In Glasgow, Claire Sawers visited The Loveable Rogue with her toddler, lured by the appealing “prospect of posh food in a child-friendly environment” after a summer of al fresco picnics.

Their social media promises “tasty scran no fuss”, and “sure enough we find easy-going pub vibes” (day-drinking encouraged) and a “mix of elegant fine dining and smart pub grub” on the menu.

A (very) late lunch booking ensured “no whiff of a hurry” from waiting staff who provided “attentive service” to her and her toddler; not all dishes were perfect, but they managed both dessert and a hot drink, so it was chalked up as a winner. (23/30)


The Scotsman

Rosalind Erskine visited Gloriosa in Glasgow, finding it “a calm location for a light lunch in the city’s west end”. Chef Rosie Healey “worked with Yotam Ottolenghi before returning to open Alchemilla in 2016 with her business partner Fergus McVicar”; after another stint in London, she returned to quietly open this place in “late 2019”.

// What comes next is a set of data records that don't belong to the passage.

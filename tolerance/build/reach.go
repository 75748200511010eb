package build

import (
	"math"

	"batchwright/bom/document"
	"batchwright/bom/part"
	"batchwright/bom/quantity"
	"batchwright/tolerance/geometry"
)

// checkGeometries checks every setting's shape at every condition, once all
// that its dimensions may refer to is known.
func (r *reader) checkGeometries() {
	for _, s := range r.stages {
		for _, set := range s.Settings {
			if set.Geometry == nil {
				continue
			}
			for _, m := range set.Geometry.Measures {
				if m.Reference != "" {
					r.checkReference(valueNode(m.node), m.Setting)
				}
			}
			at := s.node.Get("settings").Get(set.Name).Get(set.Geometry.Shape.Name)
			for i := range r.build.Conditions {
				if !r.checkAt(at, set.Geometry, i) {
					break // the other conditions would say the same
				}
			}
		}
	}
}

// valueNode is where a figure's value is written.
func valueNode(n *document.Node) *document.Node {
	if v := n.Get("value"); v != nil {
		return v
	}
	return n
}

// checkAt checks a shape at a condition. What hangs on another stage's output
// is not known yet and passes.
func (r *reader) checkAt(at *document.Node, g *Geometry, condition int) bool {
	c := r.build.Conditions[condition]
	sizes := map[string]float64{}
	for _, m := range g.Measures {
		sizes[m.Name] = m.Value
		if m.Reference == "" {
			continue
		}
		i := r.build.variable(m.Reference)
		if i < 0 || r.build.Variables[i].Unit.Dimension != m.Unit.Dimension {
			return true
		}
		sizes[m.Name] = c.Values[i]
		if !r.checkSize(valueNode(m.node), *g.Shape.Dimension(m.Name), c.Values[i], " at "+c.Name) {
			return false
		}
	}
	return r.checkReach(at, g, sizes, " at "+c.Name)
}

// checkReach complains of dimensions that the shape's formula does not hold for.
func (r *reader) checkReach(at *document.Node, g *Geometry, sizes map[string]float64, where string) bool {
	size := func(m *Measure) float64 { return sizes[m.Name] }
	if g.Shape.Reach != "" && g.constant("reach", size) != 1 {
		r.Add(at, g.Shape.Name+where+" out of its formula's reach", g.Shape.Reach)
		return false
	}
	if v := g.constant("value", size); !(v > 0 && !math.IsInf(v, 1)) {
		r.Add(at, g.Shape.Name+where+" of no figure", "dimensions for which its formula has a figure above zero")
		return false
	}
	return true
}

// readWound reads a coil given by its winding. It is made and not bought, so
// what belongs to a purchase has no place beside it.
func (r *reader) readWound(p *Place, n, at *document.Node) {
	for _, key := range []string{"value", "family", "choose", "lots", "parameters", "position"} {
		if k := n.Get(key); k != nil {
			r.Add(k, key+" beside winding", "one of the two: a winding is made, not bought")
		}
	}
	if p.Type != part.Coil {
		r.Add(at, "winding of a "+string(p.Type), "none: only a coil is wound")
		return
	}
	shape, _ := geometry.Find("winding")
	g := r.readMeasures(at, shape, false)
	if g == nil {
		return
	}
	sizes := map[string]float64{}
	for _, m := range g.Measures {
		sizes[m.Name] = m.Value
	}
	if !r.checkReach(at, g, sizes, "") {
		return
	}
	figure := p.Type.Parameters()[0]
	figure.Value = g.constant("value", func(m *Measure) float64 { return m.Value })
	figure.Scatter = shape.Model
	r.readModel(n, &figure.Scatter)
	p.Part.Parameters = []part.Parameter{figure}
	p.Quantity = quantity.Format(figure.Value, figure.Unit, 4)
	p.Geometry = g
}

The menu “heavily features vegetables but there’s also pastas and fish and meat”; “excellent, seasonal food… The fanfare may have moved on, but the quality and passion is here to stay”. (16/20)


Gaby Soutar visited the Edinburgh branch of Island Poke that opened earlier in the year, and found it a “pretty enjoyable” alternative to burgers. (13/20)


And also…

In The FT’s How to Spend it, Ajesh Patalay had a sneak peek at The Cocochine, a new Mayfair spot opening in October with Larry Jayasekara (ex-Petrus) in charge.

Also in The FT, Tim Hayward’s restaurant review was of Merkato, from which “the Michelin crowd could learn a lot”; “an off-the-clock catch-up at an Ethiopian and Eritrean BYOB became one of my summer highlights”.


Manchester Evening News took a peek inside the “huge waterside food hall that’s set to transform Salford Quays into a foodie paradise”. “The £3.5m Central Bay development at Salford Quays houses a 20-kitchen food hall, shipping container kitchens, a bar and a waterside terrace overlooking The Lowry and Old Trafford.”